A soft drink (mostly water) flows in a pipe at a beverage plant with a mass flow rate that would fill 220 0.355-L cans per minute. At point 2 in the pipe, the gauge pressure is 152 kPa and the cross-sectional area is 8.00 cm². At point 1, 1.35 m above point 2, the cross-sectional area is 2.00 cm². Find the (b) volume flow rate. (c) flow speeds at points 1 and 2.

A small circular hole 6.00 mm in diameter is cut in the side of a large water tank, 14.0 m below the water level in the tank. The top of the tank is open to the air. Find (a) the speed of efflux of the water and (b) the volume discharged per second.

At one point in a pipeline the water's speed is 3.00 m/s and the gauge pressure is 5.00×10⁴ Pa. Find the gauge pressure at a second point in the line, 11.0 m lower than the first, if the pipe diameter at the second point is twice that at the first.

A pressure difference of 6.00 × 10⁴ Pa is required to maintain a volume flow rate of 0.800m³/s for a viscous fluid flowing through a section of cylindrical pipe that has radius 0.210 m. What pressure difference is required to maintain the same volume flow rate if the radius of the pipe is decreased to 0.0700 m?

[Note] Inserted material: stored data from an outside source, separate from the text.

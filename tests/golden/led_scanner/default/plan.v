// binsynth structural model of plan 'led-rows': 1 counter unit(s), 30 gate(s), typical delays at 5 V.
// Counting edge: falling edge of clk. The count starts from all zeros; sample the outputs just before each counting edge.
`timescale 1ns/1ps
module led_rows (clk, row0, row1, row2, row3, row4, row5, row6, row7, blank);
  input clk;
  output row0;
  output row1;
  output row2;
  output row3;
  output row4;
  output row5;
  output row6;
  output row7;
  output blank;
  reg Q5, Q4, Q6, Q3, Q2, Q1, Q0;
  wire n9, n10, n11, n12, n13, n14, n15, blank_n, n18, n19, n21, n22, n23, n25, n26, n27, n30, n32, n33, n35, n36, n38;

  // U1 unit A: 74HC4040 12-stage binary ripple counter; counts on the falling edge of CLK, modulus 4096
  //   Q5 (pin 2) -> Q5: 54 ns after the counting edge
  //   Q4 (pin 3) -> Q4: 46 ns after the counting edge
  //   Q6 (pin 4) -> Q6: 62 ns after the counting edge
  //   Q3 (pin 5) -> Q3: 38 ns after the counting edge
  //   Q2 (pin 6) -> Q2: 30 ns after the counting edge
  //   Q1 (pin 7) -> Q1: 22 ns after the counting edge
  //   Q0 (pin 9) -> Q0: 14 ns after the counting edge
  reg [11:0] U1_A_count, U1_A_next;
  reg U1_A_clk_was;
  initial begin
    U1_A_count = 0;
    Q5 = 1'b0;
    Q4 = 1'b0;
    Q6 = 1'b0;
    Q3 = 1'b0;
    Q2 = 1'b0;
    Q1 = 1'b0;
    Q0 = 1'b0;
  end
  always @(clk) begin
    if (U1_A_clk_was === 1'b1 && clk === 1'b0) begin
      U1_A_next = (U1_A_count == 4095) ? 12'd0 : U1_A_count + 12'd1;
      if (U1_A_next[5] != U1_A_count[5]) Q5 <= #(54) U1_A_next[5];
      if (U1_A_next[4] != U1_A_count[4]) Q4 <= #(46) U1_A_next[4];
      if (U1_A_next[6] != U1_A_count[6]) Q6 <= #(62) U1_A_next[6];
      if (U1_A_next[3] != U1_A_count[3]) Q3 <= #(38) U1_A_next[3];
      if (U1_A_next[2] != U1_A_count[2]) Q2 <= #(30) U1_A_next[2];
      if (U1_A_next[1] != U1_A_count[1]) Q1 <= #(22) U1_A_next[1];
      if (U1_A_next[0] != U1_A_count[0]) Q0 <= #(14) U1_A_next[0];
      U1_A_count = U1_A_next;
    end
    U1_A_clk_was = clk;
  end

  // decode logic: one primitive per physical gate, named chip_unit
  // U2_A: 74HC04 not, 7 ns (gate g1)
  not #(7) U2_A (n9, Q2);
  // U2_B: 74HC04 not, 7 ns (gate g2)
  not #(7) U2_B (n10, Q3);
  // U3_A: 74HC02 nor, 7 ns (gate g3)
  nor #(7) U3_A (n11, Q0, Q1);
  // U4_A: 74HC11 and, 10 ns (gate g4)
  and #(10) U4_A (n12, n9, n10, n11);
  // U2_C: 74HC04 not, 7 ns (gate g5)
  not #(7) U2_C (n13, Q5);
  // U2_D: 74HC04 not, 7 ns (gate g6)
  not #(7) U2_D (n14, Q6);
  // U3_B: 74HC02 nor, 7 ns (gate g7)
  nor #(7) U3_B (n15, n12, Q4);
  // U4_B: 74HC11 and, 10 ns (gate g8)
  and #(10) U4_B (row0, n13, n14, n15);
  // U2_E: 74HC04 not, 7 ns (gate g9)
  not #(7) U2_E (blank_n, n12);
  // U4_C: 74HC11 and, 10 ns (gate g10)
  and #(10) U4_C (n18, Q4, n13, n14);
  // U5_A: 74HC00 nand, 7 ns (gate g11)
  nand #(7) U5_A (n19, blank_n, n18);
  // U2_F: 74HC04 not, 7 ns (gate g12)
  not #(7) U2_F (row1, n19);
  // U5_B: 74HC00 nand, 7 ns (gate g13)
  nand #(7) U5_B (n21, Q5, n14);
  // U6_A: 74HC32 or, 6 ns (gate g14)
  or #(6) U6_A (n22, n12, Q4);
  // U6_B: 74HC32 or, 6 ns (gate g15)
  or #(6) U6_B (n23, n21, n22);
  // U7_A: 74HC04 not, 7 ns (gate g16)
  not #(7) U7_A (row2, n23);
  // U5_C: 74HC00 nand, 7 ns (gate g17)
  nand #(7) U5_C (n25, Q4, Q5);
  // U6_C: 74HC32 or, 6 ns (gate g18)
  or #(6) U6_C (n26, n12, Q6);
  // U6_D: 74HC32 or, 6 ns (gate g19)
  or #(6) U6_D (n27, n25, n26);
  // U7_B: 74HC04 not, 7 ns (gate g20)
  not #(7) U7_B (row3, n27);
  // U8_A: 74HC08 and, 7 ns (gate g22)
  and #(7) U8_A (n30, n13, Q6);
  // U8_B: 74HC08 and, 7 ns (gate g23)
  and #(7) U8_B (row4, n15, n30);
  // U3_C: 74HC02 nor, 7 ns (gate g24)
  nor #(7) U3_C (n32, n12, Q5);
  // U8_C: 74HC08 and, 7 ns (gate g25)
  and #(7) U8_C (n33, Q4, Q6);
  // U8_D: 74HC08 and, 7 ns (gate g26)
  and #(7) U8_D (row5, n32, n33);
  // U7_C: 74HC04 not, 7 ns (gate g27)
  not #(7) U7_C (n35, Q4);
  // U9_A: 74HC20 nand, 8 ns (gate g28)
  nand #(8) U9_A (n36, blank_n, n35, Q5, Q6);
  // U7_D: 74HC04 not, 7 ns (gate g29)
  not #(7) U7_D (row6, n36);
  // U9_B: 74HC20 nand, 8 ns (gate g30)
  nand #(8) U9_B (n38, blank_n, Q4, Q5, Q6);
  // U5_D: 74HC00 nand, 7 ns (gate g31)
  nand #(7) U5_D (row7, n38, n38);

  // row0: active high (driven by its gate)
  // row1: active high (driven by its gate)
  // row2: active high (driven by its gate)
  // row3: active high (driven by its gate)
  // row4: active high (driven by its gate)
  // row5: active high (driven by its gate)
  // row6: active high (driven by its gate)
  // row7: active high (driven by its gate)
  assign blank = blank_n;  // blank: active low
endmodule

BIO. Artery Blockage. A medical technician is trying to determine what percentage of a patient's artery is blocked by plaque. To do this, she measures the blood pressure just before the region of blockage and finds that it is 1.20×10⁴ Pa, while in the region of blockage it is 1.15×10⁴ Pa. Furthermore, she knows that blood flowing through the normal artery just before the point of blockage is traveling at 30.0 cm/s, and the specific gravity of this patient's blood is 1.06. What percentage of the cross-sectional area of the patient's artery is blocked by the plaque?